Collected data
########################################
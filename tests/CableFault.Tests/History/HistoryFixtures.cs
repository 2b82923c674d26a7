using CableFault.Cables;
using CableFault.History;
using CableFault.Networks;
using CableFault.Simulation;
using CableFault.Traces;

namespace CableFault.Tests.History;

/// <summary>Short simulated traces (a few hundred samples, so locate stays quick) and ready-made store entries.</summary>
internal static class HistoryFixtures
{
    private static readonly CableMedium Coax = new(50, 0.66);

    /// <summary>10 m of 50 Ω coax to an open end: the run as installed.</summary>
    internal static CableNetwork Installed() =>
        new(new NetworkBranch([new CableSegment(10, Coax), RunEnd.Open]));

    /// <summary>The same run with a 10 Ω partial short (a crushed, wet section) at 6 m: ρ = −50/(2·10 + 50) ≈ −0.71.</summary>
    internal static CableNetwork Damaged() =>
        new(new NetworkBranch([new CableSegment(6, Coax), new ShuntResistor(10), new CableSegment(4, Coax), RunEnd.Open]));

    /// <summary>1 ns rise, 0.25 ns sampling, 130 ns record (one round trip of 10 m at VF 0.66 is 101 ns): 541 samples.</summary>
    internal static Trace Capture(CableNetwork network, int seed) =>
        ForwardModel.Simulate(network, new InstrumentSettings
        {
            RiseTimeSeconds = 1e-9,
            SampleIntervalSeconds = 0.25e-9,
            PreTriggerSeconds = 5e-9,
            SampleCount = 541,
            NoiseRmsVolts = 1e-4,
            NoiseSeed = seed,
        }).WithMetadata("vf", "0.66").WithMetadata("z0", "50");

    /// <summary>The trace as the CSV file an instrument would write.</summary>
    internal static byte[] CsvBytes(Trace trace)
    {
        using var stream = new MemoryStream();
        TraceCsvWriter.Write(trace, stream);
        return stream.ToArray();
    }

    /// <summary>Writes the trace as CSV into the folder and returns the path.</summary>
    internal static string WriteCsv(string folder, string name, Trace trace)
    {
        string path = Path.Combine(folder, name);
        File.WriteAllBytes(path, CsvBytes(trace));
        return path;
    }

    /// <summary>An entry for the store alone (no locate work): the settings and locate JSON are placeholders.</summary>
    internal static NewHistoryEntry Entry(string run, int seed, bool baseline = false, string? note = null, DateTimeOffset? at = null)
    {
        var trace = Capture(Installed(), seed);
        return new NewHistoryEntry
        {
            RunId = run,
            FileName = $"capture-{seed}.csv",
            OriginalBytes = CsvBytes(trace),
            Trace = trace,
            SettingsJson = """{"vf":0.66}""",
            LocateJson = """{"events":[]}""",
            Note = note,
            AddedUtc = at ?? new DateTimeOffset(2026, 3, 1, 12, 0, 0, TimeSpan.Zero).AddMinutes(seed),
            MakeBaseline = baseline,
        };
    }
}
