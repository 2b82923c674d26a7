using CableFault.History;
using Microsoft.Data.Sqlite;

namespace CableFault.Tests.History;

/// <summary>The store on its own: round trips, baselines, re-imports, schema identity, foreign files, busy writers.</summary>
public class HistoryStoreTests : IDisposable
{
    private readonly string _folder = Directory.CreateTempSubdirectory("cf-history-").FullName;
    private string Db => Path.Combine(_folder, "history.db");

    public void Dispose() => Directory.Delete(_folder, recursive: true);

    [Fact]
    public void StoredTraceComesBackExactly()
    {
        var entry = HistoryFixtures.Entry("mast", seed: 3, note: "at handover");
        long id;
        using (var store = HistoryStore.Open(Db)) id = store.Add(entry).Id;
        using var reopened = HistoryStore.Open(Db);
        var stored = reopened.Get(id)!;
        Assert.Equal(entry.OriginalBytes, stored.OriginalBytes);
        Assert.Equal(entry.Trace.SamplesVolts.ToArray(), stored.Trace.SamplesVolts.ToArray()); // doubles stored bit for bit
        Assert.Equal(entry.Trace.StartTimeSeconds, stored.Trace.StartTimeSeconds);
        Assert.Equal(entry.Trace.SampleIntervalSeconds, stored.Trace.SampleIntervalSeconds);
        Assert.Equal("0.66", stored.Trace.MetadataOrNull("vf"));
        Assert.Equal("at handover", stored.Entry.Note);
        Assert.Equal(entry.AddedUtc, stored.Entry.AddedUtc);
        Assert.Equal(entry.LocateJson, stored.LocateJson);
        // Independent hash: the SHA-256 of the bytes computed here, not by the store (FIPS 180-4).
        Assert.Equal(Convert.ToHexStringLower(System.Security.Cryptography.SHA256.HashData(entry.OriginalBytes)), stored.Entry.Sha256);
        Assert.Null(reopened.Get(id + 1));
    }

    [Fact]
    public void SameFileTwiceInOneRunIsRecognisedAndNotStoredAgain()
    {
        using var store = HistoryStore.Open(Db);
        var first = store.Add(HistoryFixtures.Entry("mast", seed: 1));
        var again = store.Add(HistoryFixtures.Entry("mast", seed: 1) with { AddedUtc = DateTimeOffset.UnixEpoch, FileName = "renamed.csv" });
        Assert.False(first.AlreadyStored);
        Assert.True(again.AlreadyStored);
        Assert.Equal(first.Id, again.Id);
        Assert.Single(store.List());
        // The same bytes under another run are stored, with the other copy pointed out.
        var elsewhere = store.Add(HistoryFixtures.Entry("tower", seed: 1));
        Assert.False(elsewhere.AlreadyStored);
        Assert.Equal([first.Id], elsewhere.SameFileInOtherRuns);
    }

    [Fact]
    public void LatestBaselineIsCurrentAndEarlierOnesStayOnRecord()
    {
        using var store = HistoryStore.Open(Db);
        long a = store.Add(HistoryFixtures.Entry("mast", 1, baseline: true)).Id;
        long plain = store.Add(HistoryFixtures.Entry("mast", 2)).Id;
        long b = store.Add(HistoryFixtures.Entry("mast", 3, baseline: true)).Id;
        long other = store.Add(HistoryFixtures.Entry("tower", 4, baseline: true)).Id;
        Assert.Equal(b, store.CurrentBaseline("mast")!.Entry.Id);
        Assert.Equal(other, store.CurrentBaseline("tower")!.Entry.Id);
        Assert.Null(store.CurrentBaseline("nowhere"));
        var byId = store.List().ToDictionary(e => e.Id);
        Assert.True(byId[a].WasBaseline && !byId[a].IsCurrentBaseline);
        Assert.True(byId[b].WasBaseline && byId[b].IsCurrentBaseline);
        Assert.False(byId[plain].WasBaseline);
        // Re-importing the first baseline with --baseline makes it current again without a new row.
        var again = store.Add(HistoryFixtures.Entry("mast", 1, baseline: true));
        Assert.True(again.AlreadyStored && again.BaselineSet);
        Assert.Equal(a, store.CurrentBaseline("mast")!.Entry.Id);
    }

    [Fact]
    public void ListIsOldestFirstAndFiltersByRun()
    {
        using var store = HistoryStore.Open(Db);
        var t0 = new DateTimeOffset(2026, 1, 1, 0, 0, 0, TimeSpan.Zero);
        store.Add(HistoryFixtures.Entry("mast", 1, at: t0.AddDays(2)));
        store.Add(HistoryFixtures.Entry("tower", 2, at: t0.AddDays(1)));
        store.Add(HistoryFixtures.Entry("mast", 3, at: t0));
        Assert.Equal(["capture-3.csv", "capture-2.csv", "capture-1.csv"], store.List().Select(e => e.FileName));
        Assert.Equal(["capture-3.csv", "capture-1.csv"], store.List("mast").Select(e => e.FileName));
        Assert.Empty(store.List("nowhere"));
    }

    [Fact]
    public void NewDatabaseCarriesOurIdentityWalAndIndexes()
    {
        using (var store = HistoryStore.Open(Db)) store.Add(HistoryFixtures.Entry("mast", 1));
        using var raw = new SqliteConnection($"Data Source={Db};Pooling=False");
        raw.Open();
        Assert.Equal(1L, Scalar(raw, "PRAGMA user_version"));
        Assert.Equal(0x43466869L, Scalar(raw, "PRAGMA application_id"));
        Assert.Equal("wal", Scalar(raw, "PRAGMA journal_mode"));
        var indexes = new List<string>();
        using (var command = new SqliteCommand("SELECT name FROM sqlite_master WHERE type = 'index'", raw))
        using (var reader = command.ExecuteReader())
            while (reader.Read()) indexes.Add(reader.GetString(0));
        Assert.Contains("traces_run_time", indexes);
        Assert.Contains("traces_time", indexes);
        // The list query of one run must use the run index, not scan the table (SQLite query planner).
        string plan = string.Join(" ", Rows(raw, "EXPLAIN QUERY PLAN SELECT id FROM traces WHERE run_id = 'mast' ORDER BY added_utc"));
        Assert.Contains("traces_run_time", plan);
    }

    [Fact]
    public void NonSqliteFileIsRejectedInOneLineAndLeftUntouched()
    {
        byte[] content = "time_ns,volts\n0,0.5\n"u8.ToArray();
        File.WriteAllBytes(Db, content);
        var e = Assert.Throws<InputException>(() => HistoryStore.Open(Db));
        Assert.Contains("not an SQLite file", e.Message);
        Assert.DoesNotContain('\n', e.Message);
        Assert.Equal(content, File.ReadAllBytes(Db));
        Assert.Equal(["history.db"], Directory.GetFiles(_folder).Select(Path.GetFileName));
    }

    [Fact]
    public void ForeignSqliteDatabaseIsRejectedAndLeftUntouched()
    {
        using (var raw = new SqliteConnection($"Data Source={Db};Pooling=False"))
        {
            raw.Open();
            Exec(raw, "CREATE TABLE contacts (name TEXT)");
        }
        byte[] before = File.ReadAllBytes(Db);
        var e = Assert.Throws<InputException>(() => HistoryStore.Open(Db));
        Assert.Contains("not a CableFault history", e.Message);
        Assert.Equal(before, File.ReadAllBytes(Db));
        Assert.False(File.Exists(Db + "-wal"));
    }

    [Fact]
    public void SqliteHeaderWithGarbageAfterItIsReportedNotCrashed()
    {
        var bytes = new byte[8192];
        "SQLite format 3\0"u8.CopyTo(bytes);
        new Random(7).NextBytes(bytes.AsSpan(16));
        File.WriteAllBytes(Db, bytes);
        var e = Assert.Throws<InputException>(() => HistoryStore.Open(Db));
        Assert.Contains(Db, e.Message);
        Assert.Equal(bytes, File.ReadAllBytes(Db));
    }

    [Fact]
    public void SchemaFromANewerVersionIsRefused()
    {
        using (var store = HistoryStore.Open(Db)) { }
        using (var raw = new SqliteConnection($"Data Source={Db};Pooling=False"))
        {
            raw.Open();
            Exec(raw, "PRAGMA user_version = 99");
        }
        var e = Assert.Throws<InputException>(() => HistoryStore.Open(Db));
        Assert.Contains("newer CableFault", e.Message);
    }

    [Fact]
    public void MissingDatabaseIsNotCreatedByReaders()
    {
        var e = Assert.Throws<InputException>(() => HistoryStore.Open(Db, new HistoryStoreOptions { CreateIfMissing = false }));
        Assert.Contains("no history database", e.Message);
        Assert.False(File.Exists(Db));
    }

    [Fact]
    public void WriterBlockedBeyondTheBusyTimeoutGetsBusyTryAgain()
    {
        using (HistoryStore.Open(Db)) { }
        using var holder = new SqliteConnection($"Data Source={Db};Pooling=False");
        holder.Open();
        using var hold = holder.BeginTransaction(deferred: false); // another writer holds the write lock
        using var store = HistoryStore.Open(Db, new HistoryStoreOptions { BusyTimeoutMilliseconds = 50 });
        var e = Assert.Throws<InputException>(() => store.Add(HistoryFixtures.Entry("mast", 1)));
        Assert.Contains("busy", e.Message);
        Assert.Contains("try again", e.Message);
        hold.Rollback();
        Assert.False(store.Add(HistoryFixtures.Entry("mast", 1)).AlreadyStored); // nothing half-written by the failed try
    }

    [Fact]
    public void TwoWritersAtOnceBothSucceed()
    {
        using (HistoryStore.Open(Db)) { }
        const int perWriter = 20;
        var entries = Enumerable.Range(0, 2 * perWriter).Select(i => HistoryFixtures.Entry(i % 2 == 0 ? "mast" : "tower", i)).ToArray();
        Parallel.For(0, 2, new ParallelOptions { MaxDegreeOfParallelism = 2 }, writer =>
        {
            using var store = HistoryStore.Open(Db); // its own connection, as a second process would have
            for (int i = writer; i < entries.Length; i += 2) store.Add(entries[i]);
        });
        using var check = HistoryStore.Open(Db);
        Assert.Equal(perWriter, check.List("mast").Count);
        Assert.Equal(perWriter, check.List("tower").Count);
        Assert.Empty(check.CheckIntegrity());
    }

    private static object? Scalar(SqliteConnection c, string sql)
    {
        using var command = new SqliteCommand(sql, c);
        return command.ExecuteScalar();
    }

    private static void Exec(SqliteConnection c, string sql)
    {
        using var command = new SqliteCommand(sql, c);
        command.ExecuteNonQuery();
    }

    private static List<string> Rows(SqliteConnection c, string sql)
    {
        var rows = new List<string>();
        using var command = new SqliteCommand(sql, c);
        using var reader = command.ExecuteReader();
        while (reader.Read()) rows.Add(string.Join(" ", Enumerable.Range(0, reader.FieldCount).Select(i => reader.GetValue(i)?.ToString())));
        return rows;
    }
}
########################################
What the task asks
Give back, word for word, only the lines above from the line holding "var t0 = new" to the line holding "2, at: t0.AddDays(1)));", both included.

Finished task
        var t0 = new DateTimeOffset(2026, 1, 1, 0, 0, 0, TimeSpan.Zero);
        store.Add(HistoryFixtures.Entry("mast", 1, at: t0.AddDays(2)));
        store.Add(HistoryFixtures.Entry("tower", 2, at: t0.AddDays(1)));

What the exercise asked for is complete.